Я никак не могу поверить, что беременна и что речь идет теперь не только обо мне и Йеспере. Теперь мне придется решать, оставить ребенка или нет. И это означает, что нельзя будет просто так забыть отношения с Йеспером и идти дальше. Он имеет право знать, что у него будет ребенок. Даже последний негодяй и подлец имеет на это право.
Мне нужно его отыскать и рассказать, что я беременна. Придя на работу, я нахожу Манур и Ольгу в подсобке. Они пьют кофе. Бьёрне не видно, магазин открывается только через двадцать минут, – лучшее время для завтрака.
– Кофе? – спрашивает Манур.
– С удовольствием.
Я стягиваю куртку и сажусь за стол.

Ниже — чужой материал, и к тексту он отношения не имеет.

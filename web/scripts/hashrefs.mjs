// Rewrites the page's references to its entry bundle and stylesheet so index.html
// loads the content-hashed names esbuild wrote ("app-[hash].js", "app-[hash].css").
// index.html itself keeps its name and is revalidated on every load; the hashed
// files can then be cached for a year, since a change of content changes the name.

/**
 * linkHashed returns html with src="app.js" and href="app.css" replaced by the
 * hashed names. Each reference must occur exactly once: a page that lost or
 * duplicated one is an error, not a silent half-rewrite.
 * @param {string} html the source index.html
 * @param {{js: string, css: string}} names the emitted file names, relative to dist
 * @returns {string}
 */
export function linkHashed(html, names) {
  const refs = [
    [`src="app.js"`, `src="${names.js}"`],
    [`href="app.css"`, `href="${names.css}"`],
  ];
  for (const [from, to] of refs) {
    const n = html.split(from).length - 1;
    if (n !== 1) throw new Error(`index.html must hold ${from} exactly once, found ${n}`);
    html = html.replace(from, to);
  }
  return html;
}

/**
 * entryOutputs finds, in an esbuild metafile, the JavaScript bundle built from
 * the entry point entry (a path relative to the working directory, as esbuild
 * writes it) and the stylesheet bundled with it, as paths relative to outdir.
 * @param {{outputs: Object<string, {entryPoint?: string, cssBundle?: string}>}} metafile
 * @param {string} entry
 * @param {string} outdir the output folder as esbuild names it in the metafile
 * @returns {{js: string, css: string}}
 */
export function entryOutputs(metafile, entry, outdir) {
  const rel = (p) => {
    const prefix = outdir.replace(/\/$/, "") + "/";
    if (!p.startsWith(prefix)) throw new Error(`output ${p} is not under ${outdir}`);
    return p.slice(prefix.length);
  };
  for (const [out, meta] of Object.entries(metafile.outputs)) {
    if (meta.entryPoint === entry && out.endsWith(".js")) {
      if (!meta.cssBundle) throw new Error(`entry ${entry} bundled no stylesheet`);
      return { js: rel(out), css: rel(meta.cssBundle) };
    }
  }
  throw new Error(`no JavaScript output for entry ${entry}`);
}
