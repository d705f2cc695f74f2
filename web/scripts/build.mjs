// Builds the browser page into web/dist: bundles src/main.js (with Leaflet's
// and uPlot's CSS and images) through esbuild into content-hashed files
// (app-[hash].js, app-[hash].css, assets/[name]-[hash].*), writes index.html
// pointing at those hashed names (see hashrefs.mjs), and copies the
// Natural Earth land outline (public domain, via the world-atlas npm package) so
// the page needs no network beyond the ridgeflank service itself.
import * as esbuild from "esbuild";
import { copyFile, mkdir, readFile, readdir, rm, writeFile } from "node:fs/promises";
import { dirname, join, relative } from "node:path";
import { fileURLToPath } from "node:url";
import { entryOutputs, linkHashed } from "./hashrefs.mjs";

const root = join(dirname(fileURLToPath(import.meta.url)), "..");
const dist = join(root, "dist");
const watch = process.argv.includes("--watch");

// Empty dist but keep the committed .keep file (go:embed needs the folder).
await mkdir(dist, { recursive: true });
for (const name of await readdir(dist)) {
  if (name !== ".keep") await rm(join(dist, name), { recursive: true, force: true });
}
await writeFile(join(dist, ".keep"), "");

const entry = join(root, "src", "main.js");
const indexSource = await readFile(join(root, "src", "index.html"), "utf8");

// After every build (each rebuild when watching): write index.html with the
// hashed names of this build, and drop the app-* files of earlier rebuilds.
const hashedIndex = {
  name: "hashed-index",
  setup(build) {
    build.onEnd(async (result) => {
      if (result.errors.length > 0 || !result.metafile) return;
      const names = entryOutputs(result.metafile, relative(process.cwd(), entry), relative(process.cwd(), dist));
      await writeFile(join(dist, "index.html"), linkHashed(indexSource, names));
      const keep = new Set([names.js, names.css, names.js + ".map", names.css + ".map"]);
      for (const name of await readdir(dist)) {
        if (/^app-.*\.(js|css)(\.map)?$/.test(name) && !keep.has(name)) await rm(join(dist, name));
      }
    });
  },
};

const options = {
  entryPoints: { app: entry },
  bundle: true,
  format: "esm",
  target: ["es2022"],
  minify: !watch,
  sourcemap: watch,
  outdir: dist,
  entryNames: "[name]-[hash]",
  assetNames: "assets/[name]-[hash]",
  loader: { ".png": "file", ".svg": "file" },
  legalComments: "none",
  logLevel: "info",
  metafile: true,
  plugins: [hashedIndex],
};

await copyFile(
  join(root, "node_modules", "world-atlas", "land-50m.json"),
  join(dist, "land-50m.json"),
);

// Licence texts of everything bundled or copied into dist.
const notices = [
  ["leaflet", "map"],
  ["uplot", "charts"],
  ["topojson-client", "TopoJSON decoding"],
  ["world-atlas", "Natural Earth land outline (the data itself is public domain)"],
  ["geographiclib-geodesic", "WGS84 geodesics for drawing survey lines"],
];
let text = "Third-party software and data bundled in this page\n\n";
for (const [pkg, use] of notices) {
  const meta = JSON.parse(await readFile(join(root, "node_modules", pkg, "package.json"), "utf8"));
  const dir = join(root, "node_modules", pkg);
  const licence = await readFile(join(dir, "LICENSE"), "utf8").catch(() => readFile(join(dir, "LICENSE.txt"), "utf8"));
  text += `== ${pkg} ${meta.version} (${meta.license}); used for: ${use}\n\n${licence.trim()}\n\n`;
}
await writeFile(join(dist, "THIRD-PARTY-NOTICES.txt"), text);

if (watch) {
  const ctx = await esbuild.context(options);
  await ctx.watch();
} else {
  await esbuild.build(options);
}
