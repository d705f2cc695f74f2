package postgis_test

import (
	"context"
	"fmt"
	"testing"

	"github.com/paulmach/orb"

	"ridgeflank/store"
	"ridgeflank/store/pgtest"
	"ridgeflank/store/postgis"
)

func BenchmarkListRegionsBBox(b *testing.B) {
	ctx := context.Background()
	s, err := postgis.Open(ctx, store.Config{DatabaseURL: pgtest.NewDB(b), DataDir: b.TempDir(), Logger: quiet})
	if err != nil {
		b.Fatal(err)
	}
	defer s.Close()
	for i := range 3000 {
		w, south := float64(i%300)-150, float64(i/300)*2-10
		g := orb.MultiPolygon{{{{w, south}, {w + 1, south}, {w + 1, south + 1}, {w, south + 1}, {w, south}}}}
		if _, err := s.CreateRegion(ctx, store.Region{Name: fmt.Sprint(i), Geometry: g}); err != nil {
			b.Fatal(err)
		}
	}
	if _, err := s.Pool().Exec(ctx, "ANALYZE regions"); err != nil {
		b.Fatal(err)
	}
	f := store.RegionFilter{BBox: &orb.Bound{Min: orb.Point{-10, -10}, Max: orb.Point{10, 10}}}
	b.ReportAllocs()
	for b.Loop() {
		if r, err := s.ListRegions(ctx, f); err != nil || len(r) == 0 {
			b.Fatal(len(r), err)
		}
	}
}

Манур осторожно ставит передо мной горячую чашку. Когда она наклоняется, волосы закрывают лицо, как занавес. У нее такие красивые волосы. Им можно позавидовать.
– Где Бьёрне? – интересуюсь я.
– Понятия не имею, – отвечает Ольга. – Наверно, опаздывает.
– Опаздывает? Он никогда не опаздывает. Может, заболел? – предполагаю я.
– Что-то я сомневаюсь, – бормочет Манур. – У него не было ни одного отгула за шесть месяцев.
Становится тихо. Я пью горячий кофе и пытаюсь прогнать прочь тошноту. Стараюсь не думать о незваном госте у меня внутри.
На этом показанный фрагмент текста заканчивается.